-- Data in this exercise --
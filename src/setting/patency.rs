//! The patency check: cylinder valve shut, the contents gauge must fall in its time.
//!
//! Comes in: the flow through the orifice, the trapped volume or an observed fall, two readings of the contents gauge. Goes
//! out: the seconds between them, with a lowest and a highest for 95 %. `dP/dt = Z·J·p_std·T/(V·T_std)`, taken between the two
//! readings as the difference of what the volume holds. Left out: cooling of the trapped gas as it expands.

use super::options::Trapped;
use crate::quantity::{AbsolutePressure, PressureRate, Volume};
use crate::uptake::cylinder::contents_l;

/// Expanded uncertainty of one reading of the contents gauge, bar (common practice, no source).
const READING_EXPANDED_BAR: f64 = 2.0;
/// Temperature of the trapped gas, K, and its expanded uncertainty (common practice, no source).
const TRAPPED_K: (f64, f64) = (293.15, 10.0);
/// Relative expanded uncertainty of a trapped volume or a fall without a ± (common practice, no source).
const STATED_RELATIVE: f64 = 0.1;

/// How long the contents gauge takes.
#[derive(Debug, Clone, Copy, PartialEq)]
pub struct Patency {
    /// First reading, bar gauge.
    pub from_bar: f64,
    /// Second reading, bar gauge.
    pub to_bar: f64,
    /// Expected time between them, s.
    pub seconds: f64,
    /// Lowest, s: faster is a leak or a hole too large.
    pub low_seconds: f64,
    /// Highest, s: slower is a blockage.
    pub high_seconds: f64,
}

impl Patency {
    /// `flow_l_min` is the whole gas at the IP, L/min STPD, and `relative_u` its relative standard uncertainty.
    pub(super) fn of(
        trapped: Trapped,
        (from_bar, to_bar): (f64, f64),
        flow_l_min: f64,
        relative_u: f64,
    ) -> Option<Self> {
        let reading_u = READING_EXPANDED_BAR / (from_bar - to_bar) / std::f64::consts::SQRT_2;
        // Two readings at k = 2 each: their difference has √2 of one, and half of that is standard.
        let (seconds, own_u) = match trapped {
            Trapped::Volume(volume) => {
                let litres = volume.value.as_l();
                let absolute = |bar: f64| bar + AbsolutePressure::STANDARD_ATMOSPHERE.as_bar();
                let held = |bar: f64| contents_l(litres, absolute(bar), TRAPPED_K.0);
                let left = held(from_bar) - held(to_bar);
                let volume_u = relative(volume.expanded.map(Volume::as_l), litres);
                // Amount goes with 1/T and flow with 1/√T.
                let temperature_u = 0.5 * TRAPPED_K.1 / 2.0 / TRAPPED_K.0;
                let u = volume_u * volume_u + temperature_u * temperature_u + relative_u * relative_u;
                (60.0 * left / flow_l_min, u.sqrt())
            }
            Trapped::Fall(fall) => {
                let rate = fall.value.as_bar_min();
                (
                    60.0 * (from_bar - to_bar) / rate,
                    relative(fall.expanded.map(PressureRate::as_bar_min), rate),
                )
            }
        };
        let half = 2.0 * (own_u * own_u + reading_u * reading_u).sqrt();
        (seconds.is_finite() && seconds > 0.0).then(|| Self {
            from_bar,
            to_bar,
            seconds,
            low_seconds: seconds * (1.0 - half).max(0.0),
            high_seconds: seconds * (1.0 + half),
        })
    }
}

/// Relative standard uncertainty.
fn relative(expanded: Option<f64>, value: f64) -> f64 {
    expanded.map_or(STATED_RELATIVE, |e| e / value) / 2.0
}

#[cfg(test)]
mod tests {
    use super::*;
    use crate::quantity::Uncertain;

    #[test]
    fn the_fall_of_a_small_volume_is_timed() {
        // 15 mL at 20 °C from 150 to 130 bar gauge through 0.30 L/min STPD. Z of oxygen at 20 °C: 0.9366 at 151 bar and
        // 0.9390 at 131 bar (the polynomial of `uptake`). Held: 0.015 · p/1.01325 · 273.15/293.15 / Z = 2.2238 and
        // 1.9243 L; 0.2995 L at 0.30 L/min: 59.9 s. By `dP/dt = Z·J·p_std·T/(V·T_std)` with Z = 0.938: 20.40 bar/min, 58.8 s.
        let volume = Uncertain { value: Volume::from_l(0.015), expanded: Some(Volume::from_l(0.0015)) };
        let patency = Patency::of(Trapped::Volume(volume), (150.0, 130.0), 0.30, 0.02).unwrap();
        assert!((58.0..61.0).contains(&patency.seconds), "{}", patency.seconds);
        assert!(patency.low_seconds < 0.9 * patency.seconds && patency.high_seconds > 1.1 * patency.seconds);
    }

    #[test]
    fn an_observed_fall_needs_no_volume() {
        let fall = Uncertain { value: PressureRate::from_pa_s(20.0 * 1e5 / 60.0), expanded: None };
        let patency = Patency::of(Trapped::Fall(fall), (150.0, 130.0), 0.30, 0.02).unwrap();
        assert!((patency.seconds - 60.0).abs() < 1e-9);
        let none = Uncertain { value: PressureRate::from_pa_s(0.0), expanded: None };
        assert_eq!(Patency::of(Trapped::Fall(none), (150.0, 130.0), 0.30, 0.02), None);
    }
}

-- Task prompt --
The answer must be the full listing, repeated word for word.

-- Problem solution --
filename src/setting/patency.rs
//! The patency check: cylinder valve shut, the contents gauge must fall in its time.
//!
//! Comes in: the flow through the orifice, the trapped volume or an observed fall, two readings of the contents gauge. Goes
//! out: the seconds between them, with a lowest and a highest for 95 %. `dP/dt = Z·J·p_std·T/(V·T_std)`, taken between the two
//! readings as the difference of what the volume holds. Left out: cooling of the trapped gas as it expands.

use super::options::Trapped;
use crate::quantity::{AbsolutePressure, PressureRate, Volume};
use crate::uptake::cylinder::contents_l;

/// Expanded uncertainty of one reading of the contents gauge, bar (common practice, no source).
const READING_EXPANDED_BAR: f64 = 2.0;
/// Temperature of the trapped gas, K, and its expanded uncertainty (common practice, no source).
const TRAPPED_K: (f64, f64) = (293.15, 10.0);
/// Relative expanded uncertainty of a trapped volume or a fall without a ± (common practice, no source).
const STATED_RELATIVE: f64 = 0.1;

/// How long the contents gauge takes.
#[derive(Debug, Clone, Copy, PartialEq)]
pub struct Patency {
    /// First reading, bar gauge.
    pub from_bar: f64,
    /// Second reading, bar gauge.
    pub to_bar: f64,
    /// Expected time between them, s.
    pub seconds: f64,
    /// Lowest, s: faster is a leak or a hole too large.
    pub low_seconds: f64,
    /// Highest, s: slower is a blockage.
    pub high_seconds: f64,
}

impl Patency {
    /// `flow_l_min` is the whole gas at the IP, L/min STPD, and `relative_u` its relative standard uncertainty.
    pub(super) fn of(
        trapped: Trapped,
        (from_bar, to_bar): (f64, f64),
        flow_l_min: f64,
        relative_u: f64,
    ) -> Option<Self> {
        let reading_u = READING_EXPANDED_BAR / (from_bar - to_bar) / std::f64::consts::SQRT_2;
        // Two readings at k = 2 each: their difference has √2 of one, and half of that is standard.
        let (seconds, own_u) = match trapped {
            Trapped::Volume(volume) => {
                let litres = volume.value.as_l();
                let absolute = |bar: f64| bar + AbsolutePressure::STANDARD_ATMOSPHERE.as_bar();
                let held = |bar: f64| contents_l(litres, absolute(bar), TRAPPED_K.0);
                let left = held(from_bar) - held(to_bar);
                let volume_u = relative(volume.expanded.map(Volume::as_l), litres);
                // Amount goes with 1/T and flow with 1/√T.
                let temperature_u = 0.5 * TRAPPED_K.1 / 2.0 / TRAPPED_K.0;
                let u = volume_u * volume_u + temperature_u * temperature_u + relative_u * relative_u;
                (60.0 * left / flow_l_min, u.sqrt())
            }
            Trapped::Fall(fall) => {
                let rate = fall.value.as_bar_min();
                (
                    60.0 * (from_bar - to_bar) / rate,
                    relative(fall.expanded.map(PressureRate::as_bar_min), rate),
                )
            }
        };
        let half = 2.0 * (own_u * own_u + reading_u * reading_u).sqrt();
        (seconds.is_finite() && seconds > 0.0).then(|| Self {
            from_bar,
            to_bar,
            seconds,
            low_seconds: seconds * (1.0 - half).max(0.0),
            high_seconds: seconds * (1.0 + half),
        })
    }
}

/// Relative standard uncertainty.
fn relative(expanded: Option<f64>, value: f64) -> f64 {
    expanded.map_or(STATED_RELATIVE, |e| e / value) / 2.0
}

#[cfg(test)]
mod tests {
    use super::*;
    use crate::quantity::Uncertain;

    #[test]
    fn the_fall_of_a_small_volume_is_timed() {
        // 15 mL at 20 °C from 150 to 130 bar gauge through 0.30 L/min STPD. Z of oxygen at 20 °C: 0.9366 at 151 bar and
        // 0.9390 at 131 bar (the polynomial of `uptake`). Held: 0.015 · p/1.01325 · 273.15/293.15 / Z = 2.2238 and
        // 1.9243 L; 0.2995 L at 0.30 L/min: 59.9 s. By `dP/dt = Z·J·p_std·T/(V·T_std)` with Z = 0.938: 20.40 bar/min, 58.8 s.
        let volume = Uncertain { value: Volume::from_l(0.015), expanded: Some(Volume::from_l(0.0015)) };
        let patency = Patency::of(Trapped::Volume(volume), (150.0, 130.0), 0.30, 0.02).unwrap();
        assert!((58.0..61.0).contains(&patency.seconds), "{}", patency.seconds);
        assert!(patency.low_seconds < 0.9 * patency.seconds && patency.high_seconds > 1.1 * patency.seconds);
    }

    #[test]
    fn an_observed_fall_needs_no_volume() {
        let fall = Uncertain { value: PressureRate::from_pa_s(20.0 * 1e5 / 60.0), expanded: None };
        let patency = Patency::of(Trapped::Fall(fall), (150.0, 130.0), 0.30, 0.02).unwrap();
        assert!((patency.seconds - 60.0).abs() < 1e-9);
        let none = Uncertain { value: PressureRate::from_pa_s(0.0), expanded: None };
        assert_eq!(Patency::of(Trapped::Fall(none), (150.0, 130.0), 0.30, 0.02), None);
    }
}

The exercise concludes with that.